Instead of varying the carrier amplitude, the other ways of embedding information in the carrier are to vary the frequency or the phase of the carrier in accordance with the message signal. Since frequency and phase appear in the argument of the sine and cosine functions, FM and PM are collectively called angle modulation (and are sometimes described as nonlinear modulation). We focus first on frequency modulation because it is the preferred angle modulation technique. PM has no inherent advantage over FM and was originally more expensive to produce, so it is not used for analog systems.

In FM, the amplitude of the carrier remains constant while its frequency varies in accordance with the instantaneous amplitude of the modulating signal. If the modulating signal is sinusoidal, the carrier frequency varies sinusoidally as shown in Figure 6.17. Because the information is carried in frequency variations rather than amplitude changes, any amplitude fluctuations in the received wave can be suppressed before demodulation. This gives FM a significant advantage in noise immunity over AM. The main trade-off, however, is that FM requires a much wider transmission bandwidth.

Figure 6.17. A sinusoidally modulated FM wave with the modulating waveform superimposed.

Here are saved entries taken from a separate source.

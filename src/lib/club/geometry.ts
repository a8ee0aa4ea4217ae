import kinks from "@turf/kinks";
import { polygonSchema, type Polygon } from "../entities/claim";

/**
 * The most positions a claim outline may have, all rings together. A claim is a handful of
 * corners; a traced outline of a few hundred is plenty. The crossing check compares every
 * edge with every other, so this also bounds the work one request can ask of the server.
 */
export const MAX_CLAIM_POSITIONS = 2000;

/** The largest GeoJSON file the claim editor takes; the server's limit on a claim's body is this plus room for its other fields. */
export const MAX_CLAIM_FILE_BYTES = 1_000_000;
export const MAX_CLAIM_BODY_BYTES = MAX_CLAIM_FILE_BYTES + 64_000;

export type GeometryResult = { ok: true; polygon: Polygon } | { ok: false; message: string };

const same = (a: number[], b: number[]) => a[0] === b[0] && a[1] === b[1];

function checkRings(rings: number[][][], where: string): string | null {
  for (const [i, ring] of rings.entries()) {
    const label = `${where}ring ${i + 1}`;
    if (ring.length < 4) return `${label} has ${ring.length} positions; a closed ring needs at least 4 (the first repeated last).`;
    if (!same(ring[0], ring[ring.length - 1])) return `${label} is not closed: its last position must repeat its first.`;
    for (const p of ring)
      if (Math.abs(p[0]) > 180 || Math.abs(p[1]) > 90)
        return `${label} has a position out of range (longitude ±180, latitude ±90; GeoJSON puts longitude first).`;
  }
  return null;
}

const AREA_TYPES = new Set(["Polygon", "MultiPolygon"]);

/** Every position of a geometry's coordinates, however deeply nested. */
function positionsOf(coordinates: unknown): unknown[][] {
  if (!Array.isArray(coordinates)) return [];
  if (coordinates.length > 0 && !Array.isArray(coordinates[0])) return [coordinates];
  return coordinates.flatMap(positionsOf);
}

/**
 * What is wrong with a geometry, in words an officer can act on, before the shape check:
 * a point or a line where an area is needed, no coordinates at all, positions out of range,
 * or latitude and longitude in each other's place (GeoJSON puts longitude first).
 */
function describeShape(g: { type?: string } | null): string | null {
  if (!g || typeof g !== "object" || typeof g.type !== "string") return "That file holds no GeoJSON geometry.";
  const type = g.type;
  if (!AREA_TYPES.has(type)) {
    if (type === "Point" || type === "MultiPoint") return `That is a ${type}: a claim needs an area (a Polygon), not a point. Draw its outline.`;
    if (type === "LineString" || type === "MultiLineString")
      return `That is a ${type}: a claim needs a closed area (a Polygon). Close the line into an outline.`;
    if (type === "GeometryCollection") return "That is a GeometryCollection: give the claim's outline alone, as one Polygon or MultiPolygon.";
    return `"${type}" is not a GeoJSON area: give a Polygon or MultiPolygon.`;
  }
  const positions = positionsOf((g as { coordinates?: unknown }).coordinates);
  if (positions.length === 0) return "That outline is empty: it has no positions.";
  const numeric = positions.filter((p) => p.length >= 2 && typeof p[0] === "number" && typeof p[1] === "number") as number[][];
  if (numeric.length !== positions.length) return "Some positions are not pairs of numbers.";
  const outOfRange = numeric.find(([lon, lat]) => Math.abs(lon) > 180 || Math.abs(lat) > 90);
  if (outOfRange) {
    const [lon, lat] = outOfRange;
    if (Math.abs(lat) > 90 && Math.abs(lat) <= 180 && Math.abs(lon) <= 90)
      return `A position reads ${lon}, ${lat}: latitude and longitude seem swapped (GeoJSON puts longitude first).`;
    return `A position (${lon}, ${lat}) is out of range: longitude is within ±180 and latitude within ±90.`;
  }
  return null;
}

/**
 * A claim boundary from GeoJSON: a Polygon or MultiPolygon, bare or in a Feature or a
 * FeatureCollection of one. Refuses unclosed or too-short rings and self-intersections.
 */
export function readBoundary(input: unknown): GeometryResult {
  let g = input as { type?: string; geometry?: unknown; features?: { geometry?: unknown }[] } | null;
  if (g?.type === "FeatureCollection") {
    if (!Array.isArray(g.features) || g.features.length !== 1) return { ok: false, message: "The file must hold exactly one claim outline (one feature)." };
    g = g.features[0]?.geometry as typeof g;
  } else if (g?.type === "Feature") g = g.geometry as typeof g;
  const shapeProblem = describeShape(g);
  if (shapeProblem) return { ok: false, message: shapeProblem };
  const parsed = polygonSchema.safeParse(g);
  if (!parsed.success) return { ok: false, message: "That is not a GeoJSON Polygon or MultiPolygon with [longitude, latitude] positions." };
  const polygon = parsed.data;
  const polys = polygon.type === "Polygon" ? [polygon.coordinates] : polygon.coordinates;
  const positions = polys.reduce((n, rings) => n + rings.reduce((m, r) => m + r.length, 0), 0);
  if (positions > MAX_CLAIM_POSITIONS) {
    return { ok: false, message: `The outline has ${positions} positions; at most ${MAX_CLAIM_POSITIONS} are accepted. Simplify it to the claim's corners.` };
  }
  for (const [i, rings] of polys.entries()) {
    const problem = checkRings(rings, polys.length > 1 ? `Part ${i + 1}, ` : "");
    if (problem) return { ok: false, message: problem.charAt(0).toUpperCase() + problem.slice(1) };
    const crossings = kinks({ type: "Polygon", coordinates: rings }).features.length;
    if (crossings > 0)
      return { ok: false, message: `The outline crosses itself (${crossings} crossing${crossings > 1 ? "s" : ""}). Check the order of the corners.` };
  }
  return { ok: true, polygon };
}

/** Corners typed one per line as "latitude, longitude" (decimal degrees), closed automatically. */
export function boundaryFromCorners(text: string): GeometryResult {
  const corners: number[][] = [];
  for (const [i, raw] of text.split(/\r?\n/).entries()) {
    const line = raw.trim();
    if (!line) continue;
    const parts = line.split(/[\s,;]+/).map(Number);
    if (parts.length !== 2 || parts.some((n) => !Number.isFinite(n)))
      return { ok: false, message: `Line ${i + 1}: write "latitude, longitude", e.g. 41.8012, -117.6203.` };
    corners.push([parts[1], parts[0]]);
  }
  if (corners.length < 3) return { ok: false, message: "Give at least three corners." };
  if (!same(corners[0], corners[corners.length - 1])) corners.push([...corners[0]]);
  return readBoundary({ type: "Polygon", coordinates: [corners] });
}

The FM carrier reaches its highest frequency when the modulating waveform is at its positive peak, and its lowest frequency when the waveform is at its negative peak. At zero modulation amplitude, the carrier returns to its resting frequency. The extent of this frequency shift is proportional to the modulating signal’s amplitude. The maximum shift from the resting frequency is known as the frequency deviation (Δf), a key parameter in FM systems. By observing the deviation, the receiver can reconstruct the original waveform:

The unmodulated carrier is described as:

υc(t)=Vccos2πfct
(6.20)

where fc is the carrier frequency. The modulating sinusoidal signal is described as:

υm(t)=Vmcos2πfmt
(6.21)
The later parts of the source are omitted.